The agreement with a group of opposition governors follows four days of talks between the central government and the provincial leaders. De La Rua reached agreement with governors of his own political alliance Sunday night, but governors from the rival party had balked at the severity of the cuts.

It was unclear Monday night whether the agreement would halt the slide of the Argentine stock market, which fell an additional 1.55% on Monday. The market went into free fall last week, creating waves in emerging markets from the Pacific Rim to Latin America.

An agreement with the governors is considered crucial to reassure the markets and to forge local political support. Two of Argentina's largest unions have rejected the austerity measure as unfair to the lowest-paid groups.

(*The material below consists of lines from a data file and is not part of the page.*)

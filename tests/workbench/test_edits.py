"""Edits of the job in memory (set, add, remove, text), the revision guard, and saving
that keeps the user's file theirs."""

from __future__ import annotations

import difflib
import os

import pytest

from feedcheck.workbench.document import JobDocument, split_sections


def _changed_lines(before: str, after: str) -> tuple[list[str], list[str]]:
    """(lines removed, lines added) between two texts."""
    removed, added = [], []
    for line in difflib.ndiff(before.splitlines(), after.splitlines()):
        if line.startswith("- "):
            removed.append(line[2:])
        elif line.startswith("+ "):
            added.append(line[2:])
    return removed, added


def test_set_changes_one_value_and_rechecks(page):
    state = page.get("api/state").json
    assert state["rev"] == 0 and not state["job"]["dirty"]
    r = page.edit({"op": "set", "kind": "run", "index": 1, "key": "length", "value": "900 ft"})
    assert r.status_code == 200
    new = r.json
    assert new["rev"] == 1 and new["job"]["dirty"]
    run = next(e for e in new["elements"] if e["kind"] == "run" and e["index"] == 1)
    assert run["values"]["length"] == "900 ft"
    drop = [
        f
        for f in new["results"]["findings"]
        if f["check"] == "feeder voltage drop" and f["subject"] == "F-EQ1"
    ]
    assert drop[0]["status"] in ("warn", "fail")
    assert (drop[0]["kind"], drop[0]["index"], drop[0]["key"]) == ("run", 1, "length")
    removed, added = _changed_lines(state["text"], new["text"])
    assert removed == ['length = "140 ft"'] and added == ['length = "900 ft"']


def test_values_typed_become_toml_values(page):
    r = page.edit(
        {"op": "set", "kind": "run", "index": 0, "key": "sets", "value": "2"},
        {"op": "set", "kind": "panel", "index": 0, "key": "power_factor", "value": "0.85"},
        {"op": "set", "kind": "run", "index": 0, "key": "harmonic_neutral", "value": "true"},
        {"op": "set", "kind": "run", "index": 0, "key": "id", "value": "7"},
    )
    text = r.json["text"]
    assert "sets = 2\n" in text and "power_factor = 0.85\n" in text
    assert "harmonic_neutral = true\n" in text and 'id = "7"\n' in text


def test_empty_value_removes_the_key(page):
    r = page.edit({"op": "set", "kind": "run", "index": 1, "key": "ambient", "value": ""})
    run = next(e for e in r.json["elements"] if e["kind"] == "run" and e["index"] == 1)
    assert "ambient" not in run["values"]
    assert 'ambient = "30 degC"' not in r.json["text"]


def test_add_gives_an_unused_id_and_the_check_names_what_is_missing(page):
    r = page.edit({"op": "add", "kind": "panel"})
    panels = [e for e in r.json["elements"] if e["kind"] == "panel"]
    assert panels[-1]["id"] == "P1" and panels[-1]["index"] == 2
    res = r.json["results"]
    assert not res["valid"]
    missing = [e for e in res["input_errors"] if e["kind"] == "panel" and e["index"] == 2]
    assert {e["key"] for e in missing} == {"rating", "id"}  # rating missing, P1 not fed
    assert all("(missing)" in e["message"] for e in missing if e["key"] == "rating")


def test_add_a_single_table_and_refuse_a_second(page):
    r = page.edit({"op": "add", "kind": "options"})
    assert r.status_code == 200 and "\n[options]\n" in r.json["text"]
    again = page.edit({"op": "add", "kind": "options"})
    assert again.status_code == 400


def test_set_in_a_missing_single_table_creates_it(page):
    r = page.edit(
        {"op": "set", "kind": "options", "index": 0, "key": "voltage_drop", "value": "mandatory"}
    )
    assert '[options]\nvoltage_drop = "mandatory"\n' in r.json["text"]
    assert r.json["results"]["valid"]


def test_remove_an_element(page):
    state = page.get("api/state").json
    r = page.edit(
        {"op": "remove", "kind": "run", "index": 1}, {"op": "remove", "kind": "panel", "index": 1}
    )
    assert r.status_code == 200
    ids = [e["id"] for e in r.json["elements"]]
    assert "F-EQ1" not in ids and "EQ1" not in ids
    assert r.json["results"]["valid"]
    removed, added = _changed_lines(state["text"], r.json["text"])
    assert added == [] and 'id = "F-EQ1"' in removed and 'id = "LP1"' not in removed


def test_text_edit_replaces_the_whole_job(page):
    text = page.get("api/state").json["text"].replace('"95 ft"', '"96 ft"')
    r = page.edit({"op": "text", "text": text})
    assert r.json["text"] == text


def test_invalid_toml_text_gives_the_clis_message_and_text_only_mode(page):
    r = page.edit({"op": "text", "text": "[project\nname = 1\n"})
    state = r.json
    assert not state["job"]["form_edits"] and state["job"]["text_only_reason"]
    errors = state["results"]["input_errors"]
    assert len(errors) == 1 and errors[0]["line"] == 1
    assert errors[0]["message"].startswith("error: ") and "valid TOML" in errors[0]["message"]
    refused = page.edit({"op": "set", "kind": "run", "index": 0, "key": "length", "value": "1 ft"})
    assert refused.status_code == 400


def test_stale_rev_is_refused_with_the_current_one(page):
    page.edit({"op": "set", "kind": "run", "index": 0, "key": "length", "value": "90 ft"})
    r = page.edit(
        {"op": "set", "kind": "run", "index": 0, "key": "length", "value": "80 ft"}, rev=0
    )
    assert r.status_code == 409 and r.json["rev"] == 1
    assert '"90 ft"' in page.get("api/state").json["text"]


def test_a_refused_edit_applies_none_of_the_request(page):
    before = page.get("api/state").json
    r = page.edit(
        {"op": "set", "kind": "run", "index": 0, "key": "length", "value": "1 ft"},
        {"op": "set", "kind": "run", "index": 9, "key": "length", "value": "2 ft"},
    )
    assert r.status_code == 400
    after = page.get("api/state").json
    assert after["text"] == before["text"] and after["rev"] == before["rev"]


@pytest.mark.parametrize(
    "edit",
    [
        {"op": "jump"},
        {"op": "set", "kind": "nothing", "index": 0, "key": "a", "value": "1"},
        {"op": "set", "kind": "run", "index": -1, "key": "length", "value": "1 ft"},
        {"op": "set", "kind": "run", "index": True, "key": "length", "value": "1 ft"},
        {"op": "set", "kind": "run", "index": 0, "key": "length", "value": 5},
        {"op": "set", "kind": "panel", "index": 0, "key": "columns", "value": "{not a table"},
        {"op": "text", "text": None},
    ],
)
def test_malformed_edits_are_refused(page, edit):
    assert page.edit(edit).status_code == 400


def test_save_keeps_comments_key_order_and_layout_of_untouched_lines(page, job):
    original = job.read_text(encoding="utf-8")
    page.edit(
        {"op": "set", "kind": "source", "index": 0, "key": "available_fault", "value": "25 kA"},
        {"op": "set", "kind": "run", "index": 1, "key": "length", "value": "150 ft"},
        {"op": "set", "kind": "panel", "index": 0, "key": "power_factor", "value": "0.92"},
    )
    r = page.post("api/save")
    assert r.status_code == 200 and r.json["saved"] == job.name
    saved = job.read_text(encoding="utf-8")
    old_lines, new_lines = original.splitlines(), saved.splitlines()
    assert len(old_lines) == len(new_lines)
    changed = [i for i, (a, b) in enumerate(zip(old_lines, new_lines, strict=True)) if a != b]
    assert [new_lines[i] for i in changed] == [
        'available_fault = "25 kA"      # at the transformer primary terminals',
        "power_factor = 0.92",
        'length = "150 ft"',
    ]
    assert not page.get("api/state").json["job"]["dirty"]


def test_interleaved_arrays_of_tables_stay_where_they_are(page, job):
    """[[run]] and [[panel]] written apart stay apart (tomlkit alone would gather them)."""
    page.edit({"op": "set", "kind": "run", "index": 1, "key": "sets", "value": "2"})
    page.post("api/save")
    headers = [ln for ln in job.read_text(encoding="utf-8").splitlines() if ln.startswith("[")]
    assert headers == [
        "[project]",
        "[source]",
        "[[transformer]]",
        "[[run]]",
        "[[panel]]",
        "[[run]]",
        "[[panel]]",
    ]


def test_save_is_atomic_and_leaves_no_temporary_file(page, job):
    page.edit({"op": "set", "kind": "run", "index": 0, "key": "length", "value": "97 ft"})
    inode = os.stat(job).st_ino
    page.post("api/save")
    assert os.stat(job).st_ino != inode  # replaced by rename, not rewritten in place
    assert not [p for p in job.parent.iterdir() if p.name.endswith(".part")]


def test_save_of_a_read_only_job_writes_nothing(page, job):
    page.edit({"op": "set", "kind": "run", "index": 0, "key": "length", "value": "97 ft"})
    job.chmod(0o444)
    before = job.read_bytes()
    r = page.post("api/save")
    assert r.status_code == 400
    assert job.read_bytes() == before
    job.chmod(0o644)


def test_save_never_writes_outside_the_folder_when_the_job_is_a_link(tmp_path, static_dir):
    """A job file that is a link to a file elsewhere: saving replaces the link inside
    the folder, the file it pointed to is not written."""
    from .conftest import copy_sample, make_page

    elsewhere = tmp_path / "elsewhere"
    elsewhere.mkdir()
    target = copy_sample(elsewhere)
    work = tmp_path / "work"
    work.mkdir()
    (work / "job.toml").symlink_to(target)
    page = make_page(work / "job.toml", static_dir)
    before = target.read_bytes()
    page.edit({"op": "set", "kind": "run", "index": 0, "key": "length", "value": "97 ft"})
    r = page.post("api/save")
    assert target.read_bytes() == before
    if r.status_code == 200:
        assert not (work / "job.toml").is_symlink()


def test_sections_fall_back_to_text_when_the_cut_does_not_hold():
    text = 'x = [\n[1]\n]\n[project]\nname = "a"\n'
    doc = JobDocument(text)
    assert doc.sections is None and doc.why_text_only
    assert doc.text == text
    assert [s.kind for s in split_sections('[a]\ns = """\n[b]\n"""\n[[c]]\n')] == ["", "a", "c"]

The cuts include shaving 13% from all government salaries and pensioners who receive more than $300 in monthly benefits.

Union demonstrations against the cuts are planned for Wednesday in the downtown district and union leaders said they were organizing a nationwide general strike Thursday to continue the protest.

Economists say adoption of the so-called zero deficit spending cuts may well be Argentina's last opportunity to avert economic collapse.

De la Rua and his economy minister, Domingo Cavallo, are portraying the plan as Argentina's last chance to avoid "catastrophic consequences": a default on about $128 billion in debt or a devaluation.

In separate talks to businessmen and economist groups Monday, Cavallo promised that the program "would begin to bear fruit" over the next three months in the form of lower interest rates and the "economic reactivation" that would result from cheaper credit.

"We can't take on another peso of debt," Cavallo told a group of bankers and businessmen convened at Argentina's central bank auditorium.